Fantasmagoria

Home > Other > Fantasmagoria > Page 11
Fantasmagoria Page 11

by Rick Wayne


  Vernal looked at her droopy eyelid. If it had been caused by simple mechanical damage, a tinker would have fixed it up quick, which meant it was something deeper, in her electronic brain perhaps. Vernal wondered what had happened.

  The police cruiser passed on the nearby street and Yunique looked up as she held Vernal’s throat. The car rolled slowly and repeated the announcement over loudspeakers. The police were asking everyone to clear the streets for their own safety. That was unusual. Something big was happening.

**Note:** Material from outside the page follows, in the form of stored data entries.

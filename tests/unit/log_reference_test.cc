// Tests for the log reference connector (fixtures/connectors/log_reference_source.h)
// against a small in-memory log: what it emits, the gaps it reports, the resume
// points and bookmarks it gives, its watermark and its broker calls while idle,
// and with several readers its spans (Assign, Revoke, Cut) and the readers
// mutants.
// weir's own log broker and oracle judge it end to end (log scenarios and the
// detection matrix); these pin the behaviour its header promises.
#include "fixtures/connectors/log_reference_source.h"

#include <algorithm>
#include <cstdint>
#include <map>
#include <optional>
#include <string>
#include <utility>
#include <vector>

#include <gtest/gtest.h>

#include "log_reference_state.pb.h"

namespace weir::fixtures {
namespace {

using adapter::BrokerStatus;
using adapter::CallKind;
using adapter::Context;
using adapter::ResumePoint;

constexpr std::int64_t kMs = 1'000'000;
constexpr std::int64_t kSecond = 1'000 * kMs;

// A log of partitions in memory; every answer carries the test's virtual now.
class FakeLog : public adapter::BrokerClient {
 public:
  struct Part {
    std::uint64_t first_retained = 0;
    std::vector<std::int64_t> event_times;  // offset -> event time
  };

  void Append(std::uint32_t partition, std::int64_t event_time_ns, int count = 1) {
    for (int i = 0; i < count; ++i) parts[partition].event_times.push_back(event_time_ns);
  }

  BrokerStatus Pull(std::uint32_t, std::vector<v1::Delivery>* out) override {
    out->clear();
    return Fail(grpc::StatusCode::FAILED_PRECONDITION);
  }
  BrokerStatus Ack(const std::vector<std::uint64_t>&) override { return Fail(grpc::StatusCode::FAILED_PRECONDITION); }
  BrokerStatus Nack(const std::vector<std::uint64_t>&) override { return Fail(grpc::StatusCode::FAILED_PRECONDITION); }
  BrokerStatus ExtendLease(const std::vector<std::uint64_t>&, std::int64_t, std::vector<std::uint64_t>*) override {
    return Fail(grpc::StatusCode::FAILED_PRECONDITION);
  }

  BrokerStatus ListPartitions(std::vector<v1::PartitionInfo>* out) override {
    out->clear();
    ++lists;
    calls.push_back("ListPartitions");
    for (const auto& [id, p] : parts) {
      v1::PartitionInfo& info = out->emplace_back();
      info.set_partition(id);
      info.set_first_retained_offset(p.first_retained);
      info.set_next_offset(p.event_times.size());
    }
    return Ok();
  }

  BrokerStatus Read(std::uint32_t partition, std::uint64_t offset, const adapter::ReadOptions& options,
                    adapter::ReadResult* out) override {
    *out = adapter::ReadResult{};
    out->next_offset = offset;
    ++reads;
    calls.push_back("Read " + std::to_string(partition) + "@" + std::to_string(offset));
    if (throttle_reads_until_ns > now_ns) {
      BrokerStatus st = Fail(grpc::StatusCode::RESOURCE_EXHAUSTED);
      st.retry_after_ns = throttle_reads_until_ns - now_ns;
      return st;
    }
    if (unavailable.count(partition) != 0) return Fail(grpc::StatusCode::UNAVAILABLE);
    const Part& p = parts.at(partition);
    if (offset < p.first_retained || offset > p.event_times.size()) {
      BrokerStatus st = Fail(grpc::StatusCode::OUT_OF_RANGE);
      st.first_retained_offset = p.first_retained;
      return st;
    }
    const std::uint64_t end = p.event_times.size();
    for (std::uint64_t o = offset; o < end && out->records.size() < options.max_records; ++o) {
      v1::LogRecord& r = out->records.emplace_back();
      r.set_offset(o);
      r.set_event_time_ns(p.event_times[o]);
    }
    out->next_offset = offset + out->records.size();
    out->first_retained_offset = p.first_retained;
    out->readable_end = end;
    return Ok();
  }

  BrokerStatus SaveBookmarks(const std::vector<adapter::Bookmark>& bookmarks) override {
    calls.push_back("SaveBookmarks");
    if (failing_saves > 0) {
      --failing_saves;
      return Fail(grpc::StatusCode::UNAVAILABLE);
    }
    saves.push_back(bookmarks);
    return Ok();
  }

  std::int64_t now_ns = 0;
  std::map<std::uint32_t, Part> parts;
  std::map<std::uint32_t, bool> unavailable;
  std::int64_t throttle_reads_until_ns = 0;
  int failing_saves = 0;  // this many SaveBookmarks calls fail UNAVAILABLE
  int lists = 0;
  int reads = 0;
  std::vector<std::string> calls;
  std::vector<std::vector<adapter::Bookmark>> saves;

 private:
  BrokerStatus Ok() const {
    BrokerStatus st;
    st.now_ns = now_ns;
    return st;
  }
  BrokerStatus Fail(grpc::StatusCode code) const {
    BrokerStatus st;
    st.code = code;
    st.now_ns = now_ns;
    return st;
  }
};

  “What’s going on?” Yunique put her mask back on.

  Dobie appeared over the trunk. “Was he giving you lip?” He nodded to Vernal, whose face was red.

  Yunique let go and Vernal sputtered and gasped. “I don’t like that awful voice of his. Why are the police here?”

  Vernal coughed.

  Dobie shook his head. “I don’t know, but from the corner it looks like they’re clearing everything south of Lex.”

  Yunique rested a hand on the fighter’s arm. “Baby, we should go.”

  Dobie nodded at the scoundrel. “What are we gonna do with him? Should we take him to Pimpernel’s?”

  “Jeez, Dobe,” Vernal cleared his throat. “You’re such a moron.”

  “Aww baby,” Yunique comforted the big man. “We can’t do that. He’ll just rat us out about the key.”

  “Right.” Dobie looked confused.

  Yunique waited for him to make the obvious suggestion.

  Vernal couldn’t take it anymore. “You’re gonna have to kill me, stupid.”

  “I know that, asshole!” Dobie punched Vernal in the head.

  “Ow.” Vernal shook his head. He kept his eyes closed. They were watering from the sting. “You can’t do it here, though.” As if on cue, the police siren yelped again. “But I know a good place.”

  “He’s trying to trick us,” Yunique warned.

  “No,” Vernal sighed. “I’m not. I know a place outside South Carton. It’s abandoned, out near Hoosegow.”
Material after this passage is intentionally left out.